Some firms opt to allow labourers to cater for themselves but Abdul Kader says this leads to problems. “A proper diet might cost $5 a day. These people are here to save money and if they are buying their own food they try to save and this then reflects on their health. For this reason we prefer to provide a mess. For any staff who are drivers for example and can’t be at the mess we pay them an additional allowance.”

This allowance comes on top of the regular wage; CCC has a minimum wage of around $200 per month with all other living costs paid by the company.

Abdul Kader says that a minimum wage “would not make a big difference” as the firm sets its salaries according to the minimums set by the countries of origin of the workers. “A minimum wage is set by the embassies and we must ask for approval for their recruitment from their country – they have a minimum wage. In most cases we pay more than this. And workers then get a pay rise after six months with us and we review this every six months,” he says.

The issue of a minimum wage has been discussed extensively throughout the region, but ministries refuse to disclose whether or not this will come into effect. It is understood to be part of the agenda for the GCC summit in Muscat at the end of the year, where better economic cooperation between states is key to the agenda. “The UAE contractors association has had a meeting with the labour ministry and it is under discussion,” says Dessoy.

Minimum wages are rarely an issue for professional expatriates – engineers and project managers are able to name their price and move freely between firms. Indeed, the average salary for a project manager in the UAE has crept as high as $25,000 per month, according to data collected by construction consultancy Davis Langdon. All companies, whether small local firms or major international contractors, are desperate for good project managers and appreciate that in the inflationary environment salaries have to rise.
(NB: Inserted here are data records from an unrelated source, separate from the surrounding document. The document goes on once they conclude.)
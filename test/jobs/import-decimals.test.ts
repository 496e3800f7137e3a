import { afterAll, beforeAll, describe, expect, it } from 'vitest'
import { readImportRowPage } from '@/server/db/read-models/import-views'
import { createImportSite, type ImportSite } from '../support/import-site'

let site: ImportSite
beforeAll(async () => {
  site = await createImportSite()
})
afterAll(() => site.close())

const head = 'Code;Form;Ø;Corner R;Cut length;Total length;Shank;Price\n'
const radiusOf = async (id: string, code: string) => {
  const row = await site
    .db('import_rows')
    .where('import_id', id)
    .whereRaw(`field_values ->> 'code' = ?`, [code])
    .first()
  return row?.field_values
}

describe('the decimals of a file', () => {
  it('they are commas where its numbers leave no doubt, whatever the shop writes, and it says so', async () => {
    const content = `${head}D-1;corner radius;4;0,5;11;50;4;14,90\n`
    const checked = await site.checked({ kind: 'cutters', content })
    expect(checked).toMatchObject({ added: 1, decimals: 'comma', decimalsOrigin: 'guessed', warningCount: 0 })
    expect(await radiusOf(checked.id, 'D-1')).toMatchObject({ corner_radius_mm: 0.5, unit_cost_minor: 1490 })
    await site.commit(checked.id)
    await site.apply(checked.id)
    const item = await site.db('items').where('code', 'D-1').first('id')
    expect(Number((await site.db('cutters').where('item_id', item.id).first()).corner_radius_mm)).toBe(0.5)
  })

  it('they are the shop’s where the file has both kinds, or none that is certain', async () => {
    const both = await site.checked({
      kind: 'cutters',
      content: `${head}D-2;square;4;0;11,5;50.5;4;1\n`,
    })
    expect(both).toMatchObject({ decimals: 'point', decimalsOrigin: 'shop', rejectedCount: 1 })
    expect(both.rejected[0]?.message).toContain('say so under Columns')
    const doubtful = await site.checked({ kind: 'cutters', content: `${head}D-3;square;4;0;1,234;50;4;1\n` })
    expect(doubtful).toMatchObject({ decimalsOrigin: 'shop', rejectedCount: 1 })
    expect(doubtful.rejected[0]?.message).toContain('Write 1234 or 1.234.')
  })

  it('a guess says where a number may be a thousand', async () => {
    const content = `${head}D-4;corner radius;4;0,5;11;50;4;1\nD-5;square;3,175;0;11;50;3;1\n`
    const checked = await site.checked({ kind: 'cutters', content })
    expect(checked.warnings).toEqual([
      {
        line: 3,
        column: 'Ø',
        value: '3,175',
        message: 'The “,” is read as the decimal sign, as in the rest of the file. Is it one of thousands?',
      },
    ])
  })

  it('they can be set at the upload and changed after the check, and are read again by it', async () => {
    const content = `${head}D-6;corner radius;4;0,5;11;50;4;14,90\n`
    const checked = await site.checked({ kind: 'cutters', content, decimals: 'point' })
    expect(checked).toMatchObject({ added: 0, rejectedCount: 1, decimals: 'point', decimalsOrigin: 'set' })
    await site.recheck(checked.id, { decimals: 'comma' })
    await site.check(checked.id)
    expect(await site.get(checked.id)).toMatchObject({ added: 1, decimals: 'comma', decimalsOrigin: 'set' })
    await site.recheck(checked.id, { unit: 'mm' })
    await site.check(checked.id)
    expect(await site.get(checked.id)).toMatchObject({ added: 1, decimals: 'comma', decimalsOrigin: 'set' })
  })
})

describe('the rows it would add', () => {
  it('they show their sizes as read: a quarter of an inch is 6.35', async () => {
    const { id } = await site.checked({ kind: 'cutters', content: `${head}D-7;square;1/4";0;19;64;1/4";1\n` })
    const { rows } = await readImportRowPage(site.db, id, { limit: 10, outcome: 'added' })
    expect(rows[0]?.sizes).toEqual([
      { field: 'form', value: 'square' },
      { field: 'cuttingDiameterMm', value: 6.35 },
      { field: 'cornerRadiusMm', value: 0 },
      { field: 'lengthOfCutMm', value: 19 },
      { field: 'shankDiameterMm', value: 6.35 },
      { field: 'overallLengthMm', value: 64 },
    ])
  })
})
Construction companies such as Laing O’Rourke, which is in a joint venture with Aldar on the $20bn Al Raha beach scheme in Abu Dhabi, is using its international presence to draw staff into the region.

“Right now the biggest challenge we face is people,” chief executive Tony Douglas told MEED sister magazine NCE this week.

“If we as an organisation are to seize the opportunities with which we are presented, we must be prepared to reach out into other markets to identify those who wish to join us on the journey. With one of our three hubs in Australasia we have already built a pipeline of skilled people moving from Australia to the Middle East, while in the UK some of our most able engineers and project managers have recently responded by moving to the region.”

Recruitment consultants serving markets all over the world maintain that despite growth in China, India and South Africa, the Middle East remains the most hungry for staff.

“The Middle East is a very, very active market from a projects point of view and although the core markets have been oil and gas the real increase has been in construction,” says Joe Rothwell, operations manager at staffing company EPC Global. “The competitiveness of the market means that salaries have increased across the board.”

In a market which is highly dependent on its international workforce, the fact remains that as long as demand and inflation continue to rise, salaries will be forced upwards. And those firms who can afford to pay for the best project managers, site engineers, carpenters and labourers, will consequently win the battle for manpower.